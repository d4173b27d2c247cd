//! The one registry of catalogue columns: name, unit, definition, source, and the stage that fills it.

pub use crate::model::row::{Cell, Counts, Row, Value};

/// Unit of a column in terms of the user's own units.
#[derive(Debug, Clone, Copy, PartialEq, Eq)]
pub enum Unit {
    /// A word or a list of words.
    Text,
    /// A whole number.
    Count,
    /// A pure number.
    One,
    /// The snapshot's time unit.
    Time,
    /// The user's length unit.
    Length,
    /// Length squared.
    Area,
    /// Length cubed.
    Volume,
    /// Kolmogorov lengths.
    KolmogorovLength,
    /// The unit of the family's indicator.
    Indicator,
    /// Velocity squared over time times volume.
    Power,
}

impl Unit {
    /// As written in the dictionary.
    pub fn text(self) -> &'static str {
        match self {
            Unit::Text => "text",
            Unit::Count => "count",
            Unit::One => "1",
            Unit::Time => "time",
            Unit::Length => "length",
            Unit::Area => "length^2",
            Unit::Volume => "length^3",
            Unit::KolmogorovLength => "Kolmogorov length",
            Unit::Indicator => "indicator",
            Unit::Power => "velocity^2 length^3 / time",
        }
    }
}

/// Which part of the program fills a column.
#[derive(Debug, Clone, Copy, PartialEq, Eq)]
pub enum Stage {
    /// The run itself.
    Run,
    /// Sums over cells.
    Tallies,
    /// The isosurface.
    Surface,
}

impl Stage {
    /// As written in the dictionary.
    pub fn text(self) -> &'static str {
        match self {
            Stage::Run => "run",
            Stage::Tallies => "tallies",
            Stage::Surface => "surface",
        }
    }
}

/// What the values of a column are.
#[derive(Debug, Clone, Copy, PartialEq, Eq)]
pub enum Kind {
    /// Words.
    Text,
    /// Whole numbers.
    Integer,
    /// Numbers.
    Number,
    /// Counts a bin, separated by spaces in text.
    Counts,
}

/// One column of the catalogue.
#[derive(Debug, Clone, Copy, PartialEq, Eq)]
pub struct Column {
    /// Name in the header.
    pub name: &'static str,
    /// Unit.
    pub unit: Unit,
    /// What it is, with the conventions that matter.
    pub definition: &'static str,
    /// Where the formula comes from.
    pub source: &'static str,
    /// What fills it.
    pub stage: Stage,
}

impl Column {
    /// What its values are.
    pub const fn kind(&self) -> Kind {
        match self.unit {
            Unit::Text => Kind::Text,
            Unit::Count if is_histogram(self.name.as_bytes()) => Kind::Counts,
            Unit::Count => Kind::Integer,
            _ => Kind::Number,
        }
    }
}

/// Whether a name begins with `histogram_`.
const fn is_histogram(name: &[u8]) -> bool {
    matches!(name.split_at_checked(10), Some((b"histogram_", _)))
}

macro_rules! columns {
    ($($id:ident $name:literal $unit:ident $stage:ident $definition:literal $source:literal;)*) => {
        /// A column of the catalogue, usable as an index into [`COLUMNS`].
        #[derive(Debug, Clone, Copy, PartialEq, Eq)]
        pub enum Col {
            $(
                #[doc = $definition]
                $id,
            )*
        }

        /// Every column in catalogue order.
        pub const COLUMNS: &[Column] = &[
            $(Column { name: $name, unit: Unit::$unit, definition: $definition, source: $source, stage: Stage::$stage },)*
        ];
    };
}

columns! {
    Snapshot "snapshot" Text Run "Name of the snapshot." "";
    Time "time" Time Run "Time of the snapshot; missing where the file does not say." "";
    Family "family" Text Run "What was thresholded: name of the family." "";
    Id "id" Count Run "Number of the object within snapshot and family, in the order of its smallest cell index (z, then y, then x)." "";
    Class "class" Text Surface "Shape: filament, sheet, blob or tangle. Tangle: three handles or more, or mean curvature integral not positive. Else blob: planarity and filamentarity both below 0.1. Else sheet where planarity exceeds filamentarity, filament otherwise. An object without planarity (open, fragmented) is classed by its extents: ratio below 2 blob, else sheet or filament by the larger step; closed on itself along one axis filament or sheet by the two other extents, along two axes sheet, along three tangle. On a plane, as closed on itself across the plane; three holes or more make a tangle." "rule of this program on the shapefinders of Sahni, Sathyaprakash & Shandarin 1998 ApJ 495, L5";
    Level "level" Indicator Run "Absolute level of the object's edge: that of the family in this snapshot; for an object grown from its peak, the fraction times its peak." "";
    Cells "cells" Count Tallies "Cells beyond the level." "";
    Volume "volume" Volume Tallies "Volume of the cells; missing on a plane snapshot." "";
    Area "area" Area Tallies "Cells times cell area, of an object of a plane snapshot (where volume is missing)." "";
    CentroidX "centroid_x" Length Tallies "Mean position of the cells, unwrapped, moved into the box; missing along an axis on which the object closes on itself." "";
    CentroidY "centroid_y" Length Tallies "As centroid_x, along y." "";
    CentroidZ "centroid_z" Length Tallies "As centroid_x, along z." "";
    Extent1 "extent_1" Length Tallies "Square root of 12 times the largest second moment of the cells, each cell a solid box: the length of a uniform rod or brick." "second moment of a uniform rod, m = l^2/12";
    Extent2 "extent_2" Length Tallies "As extent_1, middle second moment." "as extent_1";
    Extent3 "extent_3" Length Tallies "As extent_1, smallest second moment." "as extent_1";
    Extent1Eta "extent_1_eta" KolmogorovLength Tallies "extent_1 over the Kolmogorov length (nu^3/epsilon)^(1/4), epsilon the total dissipation a volume." "Kolmogorov 1941";
    Extent2Eta "extent_2_eta" KolmogorovLength Tallies "As extent_1_eta, for extent_2." "Kolmogorov 1941";
    Extent3Eta "extent_3_eta" KolmogorovLength Tallies "As extent_1_eta, for extent_3." "Kolmogorov 1941";
    Axis1X "axis_1_x" One Tallies "Unit vector of extent_1; its component of largest magnitude is positive." "principal axes of the second moments";
    Axis1Y "axis_1_y" One Tallies "As axis_1_x, y component." "as axis_1_x";
    Axis1Z "axis_1_z" One Tallies "As axis_1_x, z component." "as axis_1_x";
    Axis2X "axis_2_x" One Tallies "As axis_1_x, for extent_2." "as axis_1_x";
    Axis2Y "axis_2_y" One Tallies "As axis_2_x, y component." "as axis_1_x";
    Axis2Z "axis_2_z" One Tallies "As axis_2_x, z component." "as axis_1_x";
    Axis3X "axis_3_x" One Tallies "As axis_1_x, for extent_3." "as axis_1_x";
    Axis3Y "axis_3_y" One Tallies "As axis_3_x, y component." "as axis_1_x";
    Axis3Z "axis_3_z" One Tallies "As axis_3_x, z component." "as axis_1_x";
    Peak "peak" Indicator Tallies "Most extreme value of the indicator in the object." "";
    PeakX "peak_x" Length Tallies "Position of the cell of the peak, inside the box." "";
    PeakY "peak_y" Length Tallies "As peak_x, along y." "";
    PeakZ "peak_z" Length Tallies "As peak_x, along z." "";
    IndicatorMean "indicator_mean" Indicator Tallies "Volume mean of the indicator over the object." "";
    DissipationViscous "dissipation_viscous" Power Tallies "Integral of 2 nu S:S over the object (over its area on a plane). Without nu but with a given dissipation epsilon and no magnetic field, nu is the effective viscosity epsilon / (2 <S:S>); else missing." "S = (A + A^T)/2, A_ij = du_i/dx_j";
    DissipationOhmic "dissipation_ohmic" Power Tallies "Integral of eta |j|^2 over the object; missing without eta." "j = curl b, b in velocity units";
    ViscousShare "viscous_share" One Tallies "Share of the box integral of S:S held by the object; needs no nu." "as dissipation_viscous";
    OhmicShare "ohmic_share" One Tallies "Share of the box integral of |j|^2 held by the object; needs no eta." "as dissipation_ohmic";
    Perimeter "perimeter" Length Surface "Length of the contour of the indicator at the level, holes included; plane snapshots only." "marching squares";
    SurfaceArea "surface_area" Area Surface "Area of the isosurface of the indicator at the level." "triangulated isosurface of the indicator, not of the mask";
    MeanCurvatureIntegral "mean_curvature_integral" Length Surface "Half the surface integral of the two principal curvatures, positive for convex bodies (sphere: 4 pi R)." "sum over edges of length times signed angle, halved (Steiner formula of polyhedra)";
    Euler "euler" Count Surface "Euler number of the body: half that of its surface (ball 1, torus 0); the sum over pieces and cavities. On a plane the pieces minus the holes." "vertices - edges + faces of the closed surface, halved";
    ShapefinderThickness "shapefinder_thickness" Length Surface "T = 3 V / S, V the volume enclosed by the isosurface (for an object that closes on itself: its cells' volume). A ball of radius R gives R, a long rod of radius r 1.5 r, a wide plate of thickness c 1.5 c." "Sahni, Sathyaprakash & Shandarin 1998 ApJ 495, L5";
    ShapefinderWidth "shapefinder_width" Length Surface "W = S / C, C the mean curvature integral; missing where C is not positive. Of a fragmented object that is not under_resolved, of the largest piece, if that holds 90 % of the volume; of other fragmented objects missing." "Sahni, Sathyaprakash & Shandarin 1998 ApJ 495, L5";
    ShapefinderLength "shapefinder_length" Length Surface "L = C / (4 pi); a long rod of length l gives about l / 4. Missing for an object that closes on itself. Of the largest piece, as shapefinder_width." "Sahni, Sathyaprakash & Shandarin 1998 ApJ 495, L5";
    ShapefinderThicknessEta "shapefinder_thickness_eta" KolmogorovLength Surface "shapefinder_thickness in Kolmogorov lengths." "Kolmogorov 1941";
    ShapefinderWidthEta "shapefinder_width_eta" KolmogorovLength Surface "shapefinder_width in Kolmogorov lengths." "Kolmogorov 1941";
    ShapefinderLengthEta "shapefinder_length_eta" KolmogorovLength Surface "shapefinder_length in Kolmogorov lengths." "Kolmogorov 1941";
    Planarity "planarity" One Surface "(W - T) / (W + T); may be negative for bodies that are not convex. Of the largest piece, as shapefinder_width." "Sahni, Sathyaprakash & Shandarin 1998 ApJ 495, L5";
    Filamentarity "filamentarity" One Surface "(L - W) / (L + W); may be negative for bodies that are not convex. Of the largest piece, as shapefinder_width." "Sahni, Sathyaprakash & Shandarin 1998 ApJ 495, L5";
    CosUVorticity "cos_u_vorticity" One Tallies "Volume mean of the cosine of velocity (in the chosen frame) and vorticity, over cells where both are non-zero." "relative helicity density";
    AbsCosUVorticity "abs_cos_u_vorticity" One Tallies "As cos_u_vorticity, of its magnitude (1/2 for independent isotropic directions)." "as cos_u_vorticity";
    AlignedUVorticity "aligned_u_vorticity" One Tallies "Share of the cells with |cos(u, vorticity)| > 0.9 (0.1 for independent isotropic directions)." "as cos_u_vorticity";
    HistogramUVorticity "histogram_u_vorticity" Count Tallies "Cells in 20 equal bins of the cosine over [-1, 1], separated by spaces." "as cos_u_vorticity";
    CosCurrentB "cos_current_b" One Tallies "Volume mean of the cosine of current density and magnetic field, over cells where both are non-zero." "normalised current helicity density";
    AbsCosCurrentB "abs_cos_current_b" One Tallies "As cos_current_b, of its magnitude." "as cos_current_b";
    AlignedCurrentB "aligned_current_b" One Tallies "Share of the cells with |cos(j, b)| > 0.9." "as cos_current_b";
    HistogramCurrentB "histogram_current_b" Count Tallies "As histogram_u_vorticity, for current density and magnetic field." "as cos_current_b";
    CosUB "cos_u_b" One Tallies "Volume mean of the cosine of velocity and magnetic field, over cells where both are non-zero." "normalised cross helicity density";
    AbsCosUB "abs_cos_u_b" One Tallies "As cos_u_b, of its magnitude." "as cos_u_b";
    AlignedUB "aligned_u_b" One Tallies "Share of the cells with |cos(u, b)| > 0.9." "as cos_u_b";
    HistogramUB "histogram_u_b" Count Tallies "As histogram_u_vorticity, for velocity and magnetic field." "as cos_u_b";
    LambSin2 "lamb_sin2" One Tallies "Mean |u x vorticity|^2 over mean |u|^2 |vorticity|^2 (2/3 for independent isotropic directions, 0 where they are parallel)." "squared sine between velocity and vorticity, weighted by their squares";
    LorentzSin2 "lorentz_sin2" One Tallies "Mean |j x b|^2 over mean |j|^2 |b|^2 (2/3 for independent isotropic directions, 0 where force-free)." "squared sine between current density and field, weighted by their squares";
    CosCurrentBFluct "cos_current_b_fluct" One Tallies "As cos_current_b, with the box mean taken off the magnetic field; missing where that mean is below 1 % of the fluctuations." "as cos_current_b";
    AbsCosCurrentBFluct "abs_cos_current_b_fluct" One Tallies "As cos_current_b_fluct, of its magnitude." "as cos_current_b";
    CosUBFluct "cos_u_b_fluct" One Tallies "As cos_u_b, with the box mean taken off the magnetic field; missing as cos_current_b_fluct." "as cos_u_b";
    AbsCosUBFluct "abs_cos_u_b_fluct" One Tallies "As cos_u_b_fluct, of its magnitude." "as cos_u_b";
    LorentzSin2Fluct "lorentz_sin2_fluct" One Tallies "As lorentz_sin2, with the box mean taken off the magnetic field; missing as cos_current_b_fluct." "as lorentz_sin2";
    Wraps "wraps" Text Tallies "Axes along which the object closes on itself through the periodic box." "";
    OpenFaces "open_faces" Text Tallies "Open faces of the box that the object touches." "";
    Flags "flags" Text Run "Why values are missing or to be read with care: wraps, open, additive_only, under_resolved (shapefinder_thickness below 3 cells), marginal (3 to 5 cells), fragmented (cells that touch at edges or corners only, so that the isosurface is in several pieces: too thin for the grid), curvature_not_positive, undefined_direction, wall (where an object grown from its peak meets another, more than 5 % of its boundary: its surface is not its own), plane (a plane snapshot: no volume, no surface, nothing across it; of fields that lie in the plane no cosines with a curl), no_guide (the mean magnetic field is below 1 % of the fluctuations), no_velocity, no_magnetic, no_viscosity, no_resistivity, no_time." "";
}

#[cfg(test)]
mod tests {
    use super::*;

    #[test]
    fn names_are_unique_and_plain() {
        for (i, c) in COLUMNS.iter().enumerate() {
            assert!(c.name.chars().all(|c| c.is_ascii_lowercase() || c.is_ascii_digit() || c == '_'), "{}", c.name);
            assert!(!c.definition.is_empty(), "{}", c.name);
            assert!(COLUMNS[..i].iter().all(|d| d.name != c.name), "{}", c.name);
        }
    }

    /// The columns that the interface promises to scripts from the first version on.
    #[test]
    fn promised_columns_are_there_in_order() {
        let promised = "snapshot time family id class level cells volume centroid_x centroid_y centroid_z extent_1 extent_2 extent_3 axis_1_x axis_3_z peak \
            peak_x peak_y peak_z indicator_mean dissipation_viscous dissipation_ohmic viscous_share ohmic_share surface_area mean_curvature_integral euler \
            shapefinder_thickness shapefinder_width shapefinder_length planarity filamentarity cos_u_vorticity abs_cos_u_vorticity cos_current_b \
            abs_cos_current_b cos_u_b abs_cos_u_b lamb_sin2 lorentz_sin2 wraps open_faces flags";
        let mut all = COLUMNS.iter();
        for name in promised.split_whitespace() {
            assert!(all.any(|c| c.name == name), "{name}");
        }
    }
}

--- --- ---

Task prompt ▸
Using the material above, transcribe exactly the lines from the line with "cos_current_b, of its" to the line with "histogram_u_vorticity, for current"; both count, and nothing else goes in.

Problem solution ▸
    AbsCosCurrentB "abs_cos_current_b" One Tallies "As cos_current_b, of its magnitude." "as cos_current_b";
    AlignedCurrentB "aligned_current_b" One Tallies "Share of the cells with |cos(j, b)| > 0.9." "as cos_current_b";
    HistogramCurrentB "histogram_current_b" Count Tallies "As histogram_u_vorticity, for current density and magnetic field." "as cos_current_b";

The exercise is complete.